Asked to reflect on what it will take to make his first year as president a success, Allen said, “The transition is really about making sure that we have the organization aligned in a way that will continue to grow the organization and the right people are in the right positions to make that happen. If I’ve got that team in place, and functioning, I will have a feeling of personal success. For the university as a whole, we’ll generate those metrics in collaboration between that team and all of our key stakeholders.

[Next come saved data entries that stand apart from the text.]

//! The columns of the feeder list, and what stands in each cell.

use super::shown::{Holding, Shown, Writing, bare};
use super::spot::{FeederPart, ReactorPart, RunPart, Spot, run_of};
use crate::sheet::UnitSystem;
use crate::sizing::conductor::Conductors;
use crate::words::{self, page};
use crate::work::WorkedFeeder;
use crate::working::{Amount, Field, Holder, HolderId, Ink, Place, Run, RunField};

/// A column of the feeder list.
#[derive(Debug, Clone, Copy, PartialEq, Eq)]
pub(super) struct Column {
    /// What stands in it.
    pub(super) content: Content,
    /// The group in whose head it stands.
    pub(super) group: Group,
    /// Whether its values are numbers and stand at the right.
    pub(super) is_number: bool,
}

/// What stands in a column.
#[derive(Debug, Clone, Copy, PartialEq, Eq)]
pub(super) enum Content {
    /// A field which can be entered; where it is not, the figure which stands in for it, if any.
    Field(Field, Option<FeederPart>),
    /// Rating of the branch device.
    Device,
    /// Conductors of a run.
    Conductors(Run),
    /// Grounding conductor of the run behind the drive.
    Grounding,
    /// Input reactor.
    Reactor,
    /// A worked number.
    Part(FeederPart),
    /// Marks of the margin notes.
    Marks,
}

/// A group of columns.
#[derive(Debug, Clone, Copy, PartialEq, Eq)]
pub(super) enum Group {
    Driven,
    Ahead,
    Behind,
    Enclosure,
}

impl Group {
    /// The groups in their order, each with the number of its columns.
    pub(super) fn spans() -> Vec<(Group, usize)> {
        [Group::Driven, Group::Ahead, Group::Behind, Group::Enclosure]
            .into_iter()
            .map(|group| {
                let columns = COLUMNS.iter().filter(|column| column.group == group);
                (group, columns.count())
            })
            .collect()
    }

    /// The head of the group.
    pub(super) const fn head(self) -> &'static str {
        match self {
            Group::Driven => page::group_driven(),
            Group::Ahead => page::group_ahead(),
            Group::Behind => page::group_behind(),
            Group::Enclosure => page::group_enclosure(),
        }
    }
}

const fn text(content: Content, group: Group) -> Column {
    Column {
        content,
        group,
        is_number: false,
    }
}

const fn number(content: Content, group: Group) -> Column {
    Column {
        content,
        group,
        is_number: true,
    }
}

const fn field(field: Field) -> Content {
    Content::Field(field, None)
}

/// The columns in their order. The first is the head of its row.
pub(super) const COLUMNS: [Column; 17] = [
    text(field(Field::Tag), Group::Driven),
    text(field(Field::Load), Group::Driven),
    text(field(Field::Running), Group::Driven),
    number(field(Field::MotorPower), Group::Driven),
    number(
        Content::Field(Field::MotorCurrent, Some(FeederPart::MotorCurrent)),
        Group::Driven,
    ),
    number(
        Content::Field(Field::DriveInput, Some(FeederPart::DriveInput)),
        Group::Driven,
    ),
    text(field(Field::DeviceType), Group::Ahead),
    number(Content::Device, Group::Ahead),
    number(
        field(Field::Run(Run::Ahead, RunField::Length)),
        Group::Ahead,
    ),
    text(Content::Conductors(Run::Ahead), Group::Ahead),
    text(Content::Reactor, Group::Ahead),
    number(
        field(Field::Run(Run::Behind, RunField::Length)),
        Group::Behind,
    ),
    text(Content::Conductors(Run::Behind), Group::Behind),
    text(Content::Grounding, Group::Behind),
    number(Content::Part(FeederPart::DropRatio), Group::Behind),
    number(Content::Part(FeederPart::Heat), Group::Enclosure),
    text(Content::Marks, Group::Enclosure),
];

impl Column {
    /// The field which is entered in this column.
    pub(super) const fn field(self) -> Option<Field> {
        match self.content {
            Content::Field(field, _) => Some(field),
            _ => None,
        }
    }

    /// Whether the column begins its group.
    pub(super) fn begins_group(self, before: Option<Column>) -> bool {
        before.is_some_and(|before| before.group != self.group)
    }

    /// The head of the column.
    pub(super) const fn head(self) -> &'static str {
        match self.content {
            Content::Field(field, _) => words::head(field),
            Content::Device => words::head(Field::DeviceRating),
            Content::Conductors(_) => page::head_conductors(),
            Content::Grounding => page::head_ground(),
            Content::Reactor => page::head_reactor(),
            Content::Part(FeederPart::DropRatio) => page::head_drop(),
            Content::Part(_) => page::head_heat(),
            Content::Marks => page::head_margin(),
        }
    }

    /// The unit of the column, as its symbol.
    pub(super) fn unit(self, system: UnitSystem) -> &'static str {
        match self.content {
            Content::Field(field, _) => words::field_symbol(field, system),
            Content::Device => words::field_symbol(Field::DeviceRating, system),
            Content::Reactor => page::unit_reactor(),
            Content::Part(FeederPart::DropRatio) => page::unit_drop(),
            Content::Part(_) => page::unit_heat(),
            Content::Conductors(_) | Content::Grounding | Content::Marks => "",
        }
    }

    /// What is under the cursor in this column of a feeder.
    pub(super) fn spot(self, id: HolderId, feeder: Option<&WorkedFeeder>) -> Option<Spot> {
        let part = match self.content {
            Content::Field(_, Some(part)) | Content::Part(part) => part,
            Content::Field(field, None) => {
                return Some(Spot::Field(Place {
                    holder: Holder::Feeder(id),
                    field,
                }));
            }
            Content::Device => FeederPart::DeviceRating,
            Content::Conductors(Run::Ahead) => FeederPart::Ahead(RunPart::Size),
            Content::Conductors(_) => FeederPart::Behind(RunPart::Size),
            Content::Grounding => FeederPart::Behind(RunPart::Grounding),
            Content::Reactor => match feeder.map(|feeder| &feeder.reactor) {
                Some(reactor) if reactor.entered.is_some() => {
                    FeederPart::ReactorEntered(ReactorPart::Inductance)
                }
                Some(reactor) if reactor.advised.is_some() => {
                    FeederPart::ReactorAdvised(ReactorPart::Inductance)
                }
                // Why none is asked for.
                _ => FeederPart::SourceImpedance,
            },
            Content::Marks => return None,
        };
        Some(Spot::Feeder(id, part))
    }

    /// What stands in this column of a feeder.
    pub(super) fn shown(self, holding: Holding<'_>, feeder: &WorkedFeeder) -> Shown {
        let system = holding.system;
        match self.content {
            Content::Field(field, part) => {
                let place = Place {
                    holder: Holder::Feeder(feeder.id),
                    field,
                };
                let traced = part.and_then(|part| part.traced(feeder));
                holding.at(place, traced.as_ref(), Writing::Bare)
            }
            Content::Device => match FeederPart::DeviceRating.traced(feeder) {
                Some(rating) => bare(&rating, system),
                None if feeder.device.is_some() => no_answer(),
                None => Shown::Nothing,
            },
            Content::Conductors(run) => run_of(feeder, run).map_or(Shown::Nothing, conductors),
            Content::Grounding => {
                let size = FeederPart::Behind(RunPart::Grounding).traced(feeder);
                size.map_or(Shown::Nothing, |size| bare(&size, system))
            }
            Content::Reactor => reactor(feeder, system),
            Content::Part(part) => part.traced(feeder).map_or(Shown::Nothing, |traced| {
                let traced = bare(&traced, system);
                match (part, traced) {
                    (FeederPart::Heat, Shown::Value(ink, text)) if !feeder.is_running => {
                        Shown::Value(ink, page::standing_by_value(&text))
                    }
                    (_, traced) => traced,
                }
            }),
            Content::Marks => Shown::Nothing,
        }
    }
}

/// The installed conductors of a run, or that none fits.
pub(super) fn conductors(run: &Conductors) -> Shown {
    let ink = if run.is_entered() {
        Ink::Entered
    } else {
        Ink::Worked
    };
    match words::installed(run) {
        Some(text) => Shown::Value(ink, text),
        None => no_answer(),
    }
}

/// The entered reactor, the advised one in brackets, or none.
pub(super) fn reactor(feeder: &WorkedFeeder, system: UnitSystem) -> Shown {
    let reactor = &feeder.reactor;
    let percent = |share: crate::quantity::Ratio| words::amount(Amount::from(share), system);
    if let Some(entered) = &reactor.entered {
        let inductance = words::bare(entered.inductance.value, system);
        let text = page::reactor_of(&percent(entered.percent), &inductance);
        return Shown::Value(Ink::Worked, text);
    }
    if let Some(advised) = &reactor.advised {
        return Shown::Value(
            Ink::Worked,
            page::reactor_only_advised(&percent(advised.percent)),
        );
    }
    if feeder.drive_input.is_none() {
        return Shown::Nothing;
    }
    let text = if reactor.is_open {
        page::reactor_open()
    } else {
        page::reactor_none()
    };
    Shown::Value(Ink::Worked, text.to_owned())
}

fn no_answer() -> Shown {
    Shown::Value(Ink::Worked, page::none_fits().to_owned())
}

Allen said he and his team’s No. 1 priority is “student success and our current strategic plan is robust and focused in that way. Having said that, our plan ends at the end of 2020, so what I really want to do is take the year to engage our stakeholders around the world as to how we take on the next frontier. As we go through that process, I can say with great certainty that I do not want the university to be all things to all people. I want us to pick three to five big ideas and attend a laser-like focus to them. However that materializes, students will be at the center and we won’t lose that sight of that special expertise we have in helping students succeed who have been frozen out of, or poorly served by, the public education system.”
Allen said one of his points of emphasis will be on reducing students’ average time to graduate.
“There are many factors that impact matriculation, particularly when much of your mission is focused on students who have been under-resourced or overlooked in the K-12 public education system,” he said. “We work harder to make sure that this portion of our student body gets the resources they need to be successful. Some of that is making sure that is making sure that they are taking at least 15 credits a semester and ensuring that those credits work them toward graduation in their major. We must make sure that we have resourced them well financially, which takes special effort, but in the end is worth the investment. We also think that tools are important, so we declare our intent to be a fully digital campus and have worked a deal with Apple where every incoming freshman receives an iPad or MacBook Pro. Our faculty have them too, so ensuring that we can meet our students where they are with tools they know and use every day is also very important.”
While many in the community point to the University of Delaware as the most visible educational brand in the state, Allen says DSU won’t overcome that perception by trying to compare itself to UD.
“They are not our competitor,” he said. “Our clarion call is to be the most, diverse contemporary HBCU in America, which simply means if you believe in access to comprehensive higher education for ALL, there is no better value than Delaware State University.”